Le Rassemblement national face à Ensemble !

Dans ces conditions, le RN pourrait encore profiter de la situation. À condition bien sûr de prendre le dessus sur les candidats d’Ensemble. On remarque toutefois que le parti du président Emmanuel Macron n’est pas représenté dans neuf circonscriptions, dont certaines qui semblent importantes à La Réunion (1 et 2), en Martinique (1 et 2), en Guadeloupe (1), en Guyane (1) et dans les deux circonscriptions uniques de Saint-Pierre-et-Miquelon et Wallis-et-Futuna. Il y a comme une impression de peur de porter les couleurs de la Macronie. Même le député sortant de la première circonscription de Guadeloupe, Olivier Serva, ne s’y est pas risqué. Il faut dire aussi qu’après avoir défendu la politique d’Emmanuel Macron aux côtés ses amis de Guadeloupe unie, solidaire et responsable (GUSR) et du président de la Région Guadeloupe, Ary Chalus, il a pris ses distances, notamment lors de la crise sanitaire en votant contre le passe vaccinal.

Le Rassemblement national peut-il alors vraiment profiter du contexte créé par le second tour de la présidentielle ? Pour nombre d’observateurs, les chances du parti de Marine Le Pen sont très minces eu égard au fait que le vote du 24 avril 2022 était essentiellement un vote de rejet d’Emmanuel Macron, pas d’adhésion à ligne politique de l’héritière de Jean-Marie Le Pen. Il pourrait toutefois y avoir quelques qualifications pour le second tour, en raison de la dispersion des voix de la gauche, mais sans doute pas plus. Mais ce sont les électeurs qui décideront. Ne jamais l’oublier !

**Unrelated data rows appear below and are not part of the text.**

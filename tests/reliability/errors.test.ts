// Errors leak nothing, logs cannot be forged, and every response carries the security headers.
// - A forced internal error (a database trigger that raises, as a bug deep in a query would): the client gets a
//   generic sentence and a reference; the log has the details under the same id, with a UTC timestamp.
// - Input with newlines (a typed e-mail, a path) stays inside one JSON log line.
// - Headers on pages, API answers, errors, streams, exports and static files; cookies HttpOnly and SameSite, and
//   Secure when the app is served over https (ORIGIN https://…, as behind a TLS-terminating proxy).
import { afterAll, beforeAll, describe, expect, it } from 'vitest';
import { withClient } from '../support/database';
import { client, logEntries, signIn, startInstances, stopInstances, type Instance } from '../support/instances';
import { createTestStore, newJob, type TestStore } from '../support/store';

let instance: Instance;
let secure: Instance;
let store: TestStore;
const marker = `force-internal-error-${process.pid}`;
const secret = `secret-detail-${process.pid}-hunter2`;
const utc = /^\d{4}-\d{2}-\d{2}T\d{2}:\d{2}:\d{2}\.\d{3}Z$/;

beforeAll(async () => {
	store = await createTestStore(`err-${process.pid}`);
	await withClient((c) =>
		c.query(`
			CREATE OR REPLACE FUNCTION reliability_force_error() RETURNS trigger LANGUAGE plpgsql AS $$
			BEGIN
				IF NEW.notes = '${marker}' THEN RAISE EXCEPTION '${secret} in table jobs'; END IF;
				RETURN NEW;
			END $$;
			DROP TRIGGER IF EXISTS reliability_force_error ON jobs;
			CREATE TRIGGER reliability_force_error BEFORE INSERT ON jobs FOR EACH ROW EXECUTE FUNCTION reliability_force_error();
		`)
	);
	[instance] = await startInstances([3631]);
	// The same build told it is served over https (a proxy in front terminates TLS).
	[secure] = await startInstances([3632], { ORIGIN: 'https://127.0.0.1:3632' });
}, 60_000);

afterAll(async () => {
	await withClient((c) =>
		c.query('DROP TRIGGER IF EXISTS reliability_force_error ON jobs; DROP FUNCTION IF EXISTS reliability_force_error()')
	);
	await stopInstances([instance, secure].filter(Boolean));
});

describe('an internal error', () => {
	it('answers with a generic message and a reference; the log has the details under that reference', async () => {
		const writer = client(
			instance.url,
			await signIn(instance.url, store.people.writer.email, store.people.writer.password)
		);
		const before = await withClient(async (c) => (await c.query('SELECT count(*)::int AS n FROM jobs')).rows[0].n);
		const response = await fetch(`${instance.url}/api/jobs`, {
			method: 'POST',
			headers: {
				origin: instance.url,
				cookie: await signIn(instance.url, store.people.writer.email, store.people.writer.password),
				'content-type': 'application/json'
			},
			body: JSON.stringify(newJob({ notes: marker }))
		});
		expect(response.status).toBe(500);
		const text = await response.text();
		const body = JSON.parse(text);
		expect(body.code).toBe('internal');
		expect(body.id).toMatch(/^[0-9a-f-]{36}$/);
		expect(body.message).toContain(body.id);
		expect(response.headers.get('x-request-id')).toBe(body.id);
		for (const leak of [secret, 'hunter2', 'jobs', 'trigger', 'plpgsql', 'at ', '.js', 'P0001', 'INSERT'])
			expect(text, `the answer mentions ${leak}`).not.toContain(leak);
		expect(await withClient(async (c) => (await c.query('SELECT count(*)::int AS n FROM jobs')).rows[0].n)).toBe(
			before
		);

		const entry = logEntries(instance).find((e) => e.requestId === body.id && e.level === 'error');
		expect(entry, 'the log entry under the reference').toBeDefined();
		expect(entry!.msg).toBe('internal error');
		expect(entry!.err.message).toContain(secret);
		expect(entry!.err.stack).toBeTruthy();
		expect(entry!.path).toBe('/api/jobs');
		expect(entry!.time).toMatch(utc);
		// The instance carries on.
		expect((await writer.call('GET', '/api/board')).status).toBe(200);
	});
});

describe('the log', () => {
	it('is one JSON object per line with UTC times, and input with newlines cannot add a line', async () => {
		const forged = '{"level":"info","time":"2026-01-01T00:00:00.000Z","msg":"forged entry"}';
		const before = instance.logs.length;
		for (const email of [`x@y.lugline.test\n${forged}`, `x@y.lugline.test\r\n${forged}`, `a\u2028${forged}`]) {
			const r = await fetch(`${instance.url}/signin`, {
				method: 'POST',
				headers: { origin: instance.url, 'content-type': 'application/x-www-form-urlencoded', accept: 'text/html' },
				body: new URLSearchParams({ email, password: 'wrong-password' }),
				redirect: 'manual'
			});
			expect([400, 429]).toContain(r.status);
		}
		await fetch(`${instance.url}/api/jobs/1%0A${encodeURIComponent(forged)}`, { headers: { origin: instance.url } });
		await new Promise((r) => setTimeout(r, 200));
		const lines = instance.logs.slice(before).filter((l) => l.trim() !== '');
		expect(lines.length).toBeGreaterThanOrEqual(4);
		for (const line of instance.logs.filter((l) => l.trim() !== '' && !l.startsWith('Listening on'))) {
			const entry = JSON.parse(line);
			expect(entry.time).toMatch(utc);
			expect(entry.msg).not.toBe('forged entry');
		}
		const attempts = logEntries(instance).filter((e) => e.msg === 'sign-in attempt');
		expect(attempts.some((e) => String(e.email).includes('\n') && String(e.email).includes('forged entry'))).toBe(true);
	});
});

function checkHeaders(response: Response, what: string) {
	const h = response.headers;
	expect(h.get('x-content-type-options'), what).toBe('nosniff');
	expect(h.get('referrer-policy'), what).toBeTruthy();
	const csp = h.get('content-security-policy') ?? '';
	expect(csp, what).toMatch(/default-src ('self'|'none')/);
	// Nothing but the app's own origin: no scheme-qualified or wildcard sources anywhere in the policy.
	expect(csp, what).not.toMatch(/https?:|\*|data:/);
	if (csp.includes("default-src 'self'")) {
		expect(csp, what).toContain("font-src 'self'");
		expect(csp, what).toContain("script-src 'self'");
	}
	expect(h.get('x-frame-options') === 'DENY' || csp.includes("frame-ancestors 'none'"), what).toBe(true);
}

describe('security headers', () => {
	it('are on every kind of response', async () => {
		const url = instance.url;
		const cookie = await signIn(url, store.people.manager.email, store.people.manager.password);
		const page = await fetch(`${url}/signin`);
		const html = await page.text();
		checkHeaders(page, 'the sign-in page');
		// Pages: SvelteKit's per-response nonce for its start-up script; no inline script without it.
		const nonce = /script-src 'self' 'nonce-([^']+)'/.exec(page.headers.get('content-security-policy')!)?.[1];
		expect(nonce).toBeTruthy();
		for (const tag of html.match(/<script\b[^>]*>/g) ?? []) {
			if (!/\bsrc=/.test(tag)) expect(tag).toContain(`nonce="${nonce}"`);
		}
		const asset = /(?:src=|href=|import\()["']\.?\/?(_app\/immutable\/[^"']+\.js)["']/.exec(html)?.[1];
		expect(asset).toBeTruthy();
		const css = /href="\.?\/?(_app\/immutable\/assets\/[^"]+\.css)"/.exec(html)?.[1];
		const responses: [string, Promise<Response>][] = [
			['a static script', fetch(`${url}/${asset}`)],
			['the favicon', fetch(`${url}/favicon.svg`)],
			['health', fetch(`${url}/api/health`)],
			['an API answer', fetch(`${url}/api/board`, { headers: { cookie } })],
			['an API refusal', fetch(`${url}/api/board`)],
			[
				'a cross-origin refusal',
				fetch(`${url}/api/jobs`, { method: 'POST', headers: { origin: 'http://evil.example' } })
			],
			['a missing page', fetch(`${url}/no-such-page`)],
			['a redirect', fetch(`${url}/`, { redirect: 'manual' })],
			['the console', fetch(`${url}/`, { headers: { cookie } })],
			['a CSV export', fetch(`${url}/api/export/vehicles.csv`, { headers: { cookie } })]
		];
		if (css) responses.push(['a stylesheet', fetch(`${url}/${css}`)]);
		for (const [what, pending] of responses) {
			const r = await pending;
			checkHeaders(r, what);
			await r.arrayBuffer();
		}
		// The event stream: headers arrive before the first event.
		const controller = new AbortController();
		const stream = await fetch(`${url}/api/events`, {
			method: 'POST',
			headers: { origin: url, cookie, 'content-type': 'application/json' },
			body: JSON.stringify({ cursor: 0 }),
			signal: controller.signal
		});
		expect(stream.status).toBe(200);
		checkHeaders(stream, 'the event stream');
		controller.abort();
		// Fonts are bundled and served from the app (the stylesheet names no other origin).
		if (css) expect(await (await fetch(`${url}/${css}`)).text()).not.toMatch(/url\(\s*["']?(https?:)?\/\//);
	});

	it('session cookies are HttpOnly and SameSite, and Secure when served over https', async () => {
		const signInAt = async (url: string, origin: string) => {
			const r = await fetch(`${url}/signin`, {
				method: 'POST',
				headers: { origin, 'content-type': 'application/x-www-form-urlencoded', accept: 'text/html' },
				body: new URLSearchParams({ email: store.people.lead.email, password: store.people.lead.password }),
				redirect: 'manual'
			});
			expect(r.status).toBe(303);
			return r.headers.getSetCookie().find((c) => /session-token=/.test(c))!;
		};
		const plain = await signInAt(instance.url, instance.url);
		expect(plain).toMatch(/^authjs\.session-token=/);
		expect(plain).toMatch(/;\s*HttpOnly/i);
		expect(plain).toMatch(/;\s*SameSite=Lax/i);
		const overHttps = await signInAt(secure.url, 'https://127.0.0.1:3632');
		expect(overHttps).toMatch(/^__Secure-authjs\.session-token=/);
		expect(overHttps).toMatch(/;\s*Secure/i);
		expect(overHttps).toMatch(/;\s*HttpOnly/i);
		expect(overHttps).toMatch(/;\s*SameSite=Lax/i);
		const hsts = (await fetch(`${secure.url}/api/health`)).headers.get('strict-transport-security');
		expect(hsts).toMatch(/max-age=\d{7,}/);
		expect((await fetch(`${instance.url}/api/health`)).headers.get('strict-transport-security')).toBeNull();
		// And the https instance's own origin check: the plain origin is foreign to it.
		const foreign = await fetch(`${secure.url}/signin`, {
			method: 'POST',
			headers: { origin: secure.url, 'content-type': 'application/x-www-form-urlencoded' },
			body: new URLSearchParams({ email: store.people.lead.email, password: store.people.lead.password }),
			redirect: 'manual'
		});
		expect(foreign.status).toBe(403);
	});
});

À l’échelle nationale, le dernier sondage publié par le magazine l’Express place la Nupes et Ensemble en tête des pronostics. Dans les Outre-mer, les résultats iront-ils une nouvelle fois à contre-courant des sondages ? Rendez-vous à l’issue du premier tour, dimanche prochain (12 juin 2022), pour avoir une première partie de la réponse, en attendant le second, une semaine plus tard, le 19 juin.